Items from a dataset
========================================

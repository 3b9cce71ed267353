"""Every column of every table: its name, datatype, unit and meaning, and each table's key.

The names are those of the quantities (``ohmward.terms.quantity``); the metadata beside each
table is made from this page, so that a table and its description cannot part ways.
"""

from dataclasses import dataclass


@dataclass(frozen=True, kw_only=True, slots=True)
class Column:
    """One column; ``datatype`` is a CSVW (XML Schema) base type."""

    name: str
    datatype: str
    unit: str = ""
    meaning: str = ""
    required: bool = False


@dataclass(frozen=True, kw_only=True, slots=True)
class Table:
    """One table: its file name, what a row is, its columns in order and its primary key."""

    file: str
    row: str
    columns: tuple[Column, ...]
    key: tuple[str, ...]

    @property
    def names(self) -> tuple[str, ...]:
        """The columns' names in order."""
        return tuple(column.name for column in self.columns)


def _text(name: str, meaning: str, *, required: bool = False) -> Column:
    return Column(name=name, datatype="string", meaning=meaning, required=required)


def _count(name: str, meaning: str) -> Column:
    return Column(name=name, datatype="integer", meaning=meaning, required=True)


def _number(name: str, unit: str, meaning: str, *, required: bool = False) -> Column:
    return Column(name=name, datatype="double", unit=unit, meaning=meaning, required=required)


def _with_u(name: str, unit: str, meaning: str) -> tuple[Column, Column]:
    uncertainty = f"standard uncertainty of {name}"
    return _number(name, unit, meaning), _number(f"u_{name}", unit, uncertainty)


RUN_ID = _text("run_id", "the run that this row belongs to", required=True)
READING = _count("reading", "number of the reading in the journal")
PART_ID = _text("part_id", "the part, as in the parts list", required=True)
POSITION = _text("position", "the fixture's position", required=True)
STAGE = _text("stage", "the sequence's stage", required=True)
TIME_UTC = Column(name="time_utc", datatype="dateTime", meaning="instant, UTC", required=True)
ELAPSED_S = _number("elapsed_s", "s", "monotonic time since the run began", required=True)
STATUS = _text("status", "what can be said of the reading before its number", required=True)
TEMPERATURE_C = _number("temperature_c", "degC", "room temperature")
HUMIDITY_PCT = _number("humidity_pct", "%", "relative humidity of the room")
INSTRUMENT = _text("instrument", "the instrument's name on the bench", required=True)
SIMULATED = Column(
    name="simulated", datatype="boolean", meaning="true on a simulated bench", required=True
)

IMPEDANCE = Table(
    file="impedance.csv",
    row="a reading of an impedance meter",
    key=("run_id", "reading"),
    columns=(
        RUN_ID,
        READING,
        PART_ID,
        POSITION,
        STAGE,
        _count("repeat", "which reading of its point, from 0"),
        TIME_UTC,
        ELAPSED_S,
        _number("frequency_hz", "Hz", "frequency", required=True),
        _number("level_set_v", "V", "AC level set, rms", required=True),
        _number("level_v", "V", "AC level read back, rms"),
        _number("bias_set_v", "V", "DC bias voltage set", required=True),
        _number("bias_v", "V", "DC bias voltage read back"),
        _number("bias_set_a", "A", "DC bias current set", required=True),
        _number("bias_a", "A", "DC bias current read back"),
        _text("range", "the meter's range, as it names it"),
        _text("integration", "the meter's integration setting"),
        STATUS,
        _number("resistance_ohm", "ohm", "real part of the impedance"),
        _number("reactance_ohm", "ohm", "imaginary part of the impedance"),
        _number("u_resistance_ohm", "ohm", "standard uncertainty of resistance_ohm"),
        _number("u_reactance_ohm", "ohm", "standard uncertainty of reactance_ohm"),
        _number("r_rx", "1", "correlation coefficient of resistance and reactance"),
        *_with_u("impedance_ohm", "ohm", "magnitude of the impedance"),
        *_with_u("phase_rad", "rad", "angle of the impedance"),
        *_with_u("cs_f", "F", "capacitance, series model"),
        *_with_u("cp_f", "F", "capacitance, parallel model"),
        *_with_u("ls_h", "H", "inductance, series model"),
        *_with_u("lp_h", "H", "inductance, parallel model"),
        *_with_u("rs_ohm", "ohm", "equivalent series resistance"),
        *_with_u("rp_ohm", "ohm", "equivalent parallel resistance"),
        *_with_u("d", "1", "dissipation factor"),
        *_with_u("q", "1", "quality factor"),
        TEMPERATURE_C,
        HUMIDITY_PCT,
        INSTRUMENT,
        SIMULATED,
    ),
)

LEAKAGE = Table(
    file="leakage.csv",
    row="a current reading under voltage",
    key=("run_id", "reading"),
    columns=(
        RUN_ID,
        READING,
        PART_ID,
        POSITION,
        STAGE,
        TIME_UTC,
        ELAPSED_S,
        _number(
            "since_voltage_s", "s", "time since the part's voltage was within 1 % of the set one"
        ),
        _number("voltage_set_v", "V", "DC voltage set", required=True),
        _number("voltage_v", "V", "DC voltage across the part's own terminals"),
        _number("current_a", "A", "current through the part: as read, less divider and background"),
        _number("background_a", "A", "current read with the position empty, taken off"),
        _number("u_current_a", "A", "standard uncertainty of current_a"),
        _number("insulation_ohm", "ohm", "insulation resistance: voltage over current"),
        _text("range", "the current meter's range"),
        STATUS,
        TEMPERATURE_C,
        HUMIDITY_PCT,
        INSTRUMENT,
        SIMULATED,
    ),
)

CONDITIONS = (
    _number("frequency_hz", "Hz", "frequency of the value; empty where it has none"),
    _number("level_v", "V", "AC level of the value, rms"),
    _number("bias_v", "V", "DC bias of the value"),
    _number("bias_a", "A", "DC bias current of the value"),
    _number("voltage_v", "V", "DC voltage under which a current was read"),
    _number("since_voltage_s", "s", "time since that voltage was reached"),
    _number(
        "reference_temperature_c", "degC", "temperature carried to; empty for as it was measured"
    ),
    _number("reference_age_s", "s", "time since the last heating carried to; empty likewise"),
)
QUANTITY = _text("quantity", "what is judged or reported", required=True)
UNIT = _text("unit", "the value's unit; 1 for a plain number", required=True)

RESULTS = Table(
    file="results.csv",
    row="a judged or reported quantity of a part",
    key=("run_id", "part_id", "stage", "quantity", *(column.name for column in CONDITIONS)),
    columns=(
        RUN_ID,
        PART_ID,
        STAGE,
        QUANTITY,
        *CONDITIONS,
        _number("value", "", "the value, in the row's unit; empty where there is none"),
        _number("u_expanded", "", "expanded uncertainty, in the row's unit"),
        _number("coverage_k", "1", "coverage factor: u_expanded over the standard uncertainty"),
        UNIT,
        _number("limit_min", "", "lower limit, in the row's unit"),
        _number("limit_max", "", "upper limit, in the row's unit"),
        _text("limit_source", "who says so: the limit's source"),
        _text("decision", "accept, reject, undecided, invalid or reported", required=True),
        _text("reason", "the decision in a sentence", required=True),
    ),
)

EVENTS = Table(
    file="events.csv",
    row="a thing that happened",
    key=("run_id", "event"),
    columns=(
        RUN_ID,
        _count("event", "number of the event in the journal"),
        TIME_UTC,
        ELAPSED_S,
        _text("part_id", "the part concerned, if any"),
        _text("position", "the position concerned, if any"),
        _text("stage", "the stage concerned, if any"),
        _text("kind", "what happened", required=True),
        _text("detail", "more about it"),
    ),
)

TRUTH = Table(
    file="truth.csv",
    row="the true value behind a row of results.csv, known on a simulated bench only",
    key=("part_id", "stage", "quantity", *(column.name for column in CONDITIONS)),
    columns=(
        PART_ID,
        STAGE,
        QUANTITY,
        *CONDITIONS,
        _number("true_value", "", "what the simulated part really is, in the row's unit"),
        UNIT,
        _text("fault", "the simulated part's fault; empty for a good part"),
    ),
)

========================================

■ What you have to do
Each of the records is to be written out again without alteration.

■ Solution
repository 3b9cce71ed267353
"""Every column of every table: its name, datatype, unit and meaning, and each table's key.

The names are those of the quantities (``ohmward.terms.quantity``); the metadata beside each
table is made from this page, so that a table and its description cannot part ways.
"""

from dataclasses import dataclass


@dataclass(frozen=True, kw_only=True, slots=True)
class Column:
    """One column; ``datatype`` is a CSVW (XML Schema) base type."""

    name: str
    datatype: str
    unit: str = ""
    meaning: str = ""
    required: bool = False


@dataclass(frozen=True, kw_only=True, slots=True)
class Table:
    """One table: its file name, what a row is, its columns in order and its primary key."""

    file: str
    row: str
    columns: tuple[Column, ...]
    key: tuple[str, ...]

    @property
    def names(self) -> tuple[str, ...]:
        """The columns' names in order."""
        return tuple(column.name for column in self.columns)


def _text(name: str, meaning: str, *, required: bool = False) -> Column:
    return Column(name=name, datatype="string", meaning=meaning, required=required)


def _count(name: str, meaning: str) -> Column:
    return Column(name=name, datatype="integer", meaning=meaning, required=True)


def _number(name: str, unit: str, meaning: str, *, required: bool = False) -> Column:
    return Column(name=name, datatype="double", unit=unit, meaning=meaning, required=required)


def _with_u(name: str, unit: str, meaning: str) -> tuple[Column, Column]:
    uncertainty = f"standard uncertainty of {name}"
    return _number(name, unit, meaning), _number(f"u_{name}", unit, uncertainty)


RUN_ID = _text("run_id", "the run that this row belongs to", required=True)
READING = _count("reading", "number of the reading in the journal")
PART_ID = _text("part_id", "the part, as in the parts list", required=True)
POSITION = _text("position", "the fixture's position", required=True)
STAGE = _text("stage", "the sequence's stage", required=True)
TIME_UTC = Column(name="time_utc", datatype="dateTime", meaning="instant, UTC", required=True)
ELAPSED_S = _number("elapsed_s", "s", "monotonic time since the run began", required=True)
STATUS = _text("status", "what can be said of the reading before its number", required=True)
TEMPERATURE_C = _number("temperature_c", "degC", "room temperature")
HUMIDITY_PCT = _number("humidity_pct", "%", "relative humidity of the room")
INSTRUMENT = _text("instrument", "the instrument's name on the bench", required=True)
SIMULATED = Column(
    name="simulated", datatype="boolean", meaning="true on a simulated bench", required=True
)

IMPEDANCE = Table(
    file="impedance.csv",
    row="a reading of an impedance meter",
    key=("run_id", "reading"),
    columns=(
        RUN_ID,
        READING,
        PART_ID,
        POSITION,
        STAGE,
        _count("repeat", "which reading of its point, from 0"),
        TIME_UTC,
        ELAPSED_S,
        _number("frequency_hz", "Hz", "frequency", required=True),
        _number("level_set_v", "V", "AC level set, rms", required=True),
        _number("level_v", "V", "AC level read back, rms"),
        _number("bias_set_v", "V", "DC bias voltage set", required=True),
        _number("bias_v", "V", "DC bias voltage read back"),
        _number("bias_set_a", "A", "DC bias current set", required=True),
        _number("bias_a", "A", "DC bias current read back"),
        _text("range", "the meter's range, as it names it"),
        _text("integration", "the meter's integration setting"),
        STATUS,
        _number("resistance_ohm", "ohm", "real part of the impedance"),
        _number("reactance_ohm", "ohm", "imaginary part of the impedance"),
        _number("u_resistance_ohm", "ohm", "standard uncertainty of resistance_ohm"),
        _number("u_reactance_ohm", "ohm", "standard uncertainty of reactance_ohm"),
        _number("r_rx", "1", "correlation coefficient of resistance and reactance"),
        *_with_u("impedance_ohm", "ohm", "magnitude of the impedance"),
        *_with_u("phase_rad", "rad", "angle of the impedance"),
        *_with_u("cs_f", "F", "capacitance, series model"),
        *_with_u("cp_f", "F", "capacitance, parallel model"),
        *_with_u("ls_h", "H", "inductance, series model"),
        *_with_u("lp_h", "H", "inductance, parallel model"),
        *_with_u("rs_ohm", "ohm", "equivalent series resistance"),
        *_with_u("rp_ohm", "ohm", "equivalent parallel resistance"),
        *_with_u("d", "1", "dissipation factor"),
        *_with_u("q", "1", "quality factor"),
        TEMPERATURE_C,
        HUMIDITY_PCT,
        INSTRUMENT,
        SIMULATED,
    ),
)

LEAKAGE = Table(
    file="leakage.csv",
    row="a current reading under voltage",
    key=("run_id", "reading"),
    columns=(
        RUN_ID,
        READING,
        PART_ID,
        POSITION,
        STAGE,
        TIME_UTC,
        ELAPSED_S,
        _number(
            "since_voltage_s", "s", "time since the part's voltage was within 1 % of the set one"
        ),
        _number("voltage_set_v", "V", "DC voltage set", required=True),
        _number("voltage_v", "V", "DC voltage across the part's own terminals"),
        _number("current_a", "A", "current through the part: as read, less divider and background"),
        _number("background_a", "A", "current read with the position empty, taken off"),
        _number("u_current_a", "A", "standard uncertainty of current_a"),
        _number("insulation_ohm", "ohm", "insulation resistance: voltage over current"),
        _text("range", "the current meter's range"),
        STATUS,
        TEMPERATURE_C,
        HUMIDITY_PCT,
        INSTRUMENT,
        SIMULATED,
    ),
)

CONDITIONS = (
    _number("frequency_hz", "Hz", "frequency of the value; empty where it has none"),
    _number("level_v", "V", "AC level of the value, rms"),
    _number("bias_v", "V", "DC bias of the value"),
    _number("bias_a", "A", "DC bias current of the value"),
    _number("voltage_v", "V", "DC voltage under which a current was read"),
    _number("since_voltage_s", "s", "time since that voltage was reached"),
    _number(
        "reference_temperature_c", "degC", "temperature carried to; empty for as it was measured"
    ),
    _number("reference_age_s", "s", "time since the last heating carried to; empty likewise"),
)
QUANTITY = _text("quantity", "what is judged or reported", required=True)
UNIT = _text("unit", "the value's unit; 1 for a plain number", required=True)

RESULTS = Table(
    file="results.csv",
    row="a judged or reported quantity of a part",
    key=("run_id", "part_id", "stage", "quantity", *(column.name for column in CONDITIONS)),
    columns=(
        RUN_ID,
        PART_ID,
        STAGE,
        QUANTITY,
        *CONDITIONS,
        _number("value", "", "the value, in the row's unit; empty where there is none"),
        _number("u_expanded", "", "expanded uncertainty, in the row's unit"),
        _number("coverage_k", "1", "coverage factor: u_expanded over the standard uncertainty"),
        UNIT,
        _number("limit_min", "", "lower limit, in the row's unit"),
        _number("limit_max", "", "upper limit, in the row's unit"),
        _text("limit_source", "who says so: the limit's source"),
        _text("decision", "accept, reject, undecided, invalid or reported", required=True),
        _text("reason", "the decision in a sentence", required=True),
    ),
)

EVENTS = Table(
    file="events.csv",
    row="a thing that happened",
    key=("run_id", "event"),
    columns=(
        RUN_ID,
        _count("event", "number of the event in the journal"),
        TIME_UTC,
        ELAPSED_S,
        _text("part_id", "the part concerned, if any"),
        _text("position", "the position concerned, if any"),
        _text("stage", "the stage concerned, if any"),
        _text("kind", "what happened", required=True),
        _text("detail", "more about it"),
    ),
)

TRUTH = Table(
    file="truth.csv",
    row="the true value behind a row of results.csv, known on a simulated bench only",
    key=("part_id", "stage", "quantity", *(column.name for column in CONDITIONS)),
    columns=(
        PART_ID,
        STAGE,
        QUANTITY,
        *CONDITIONS,
        _number("true_value", "", "what the simulated part really is, in the row's unit"),
        UNIT,
        _text("fault", "the simulated part's fault; empty for a good part"),
    ),
)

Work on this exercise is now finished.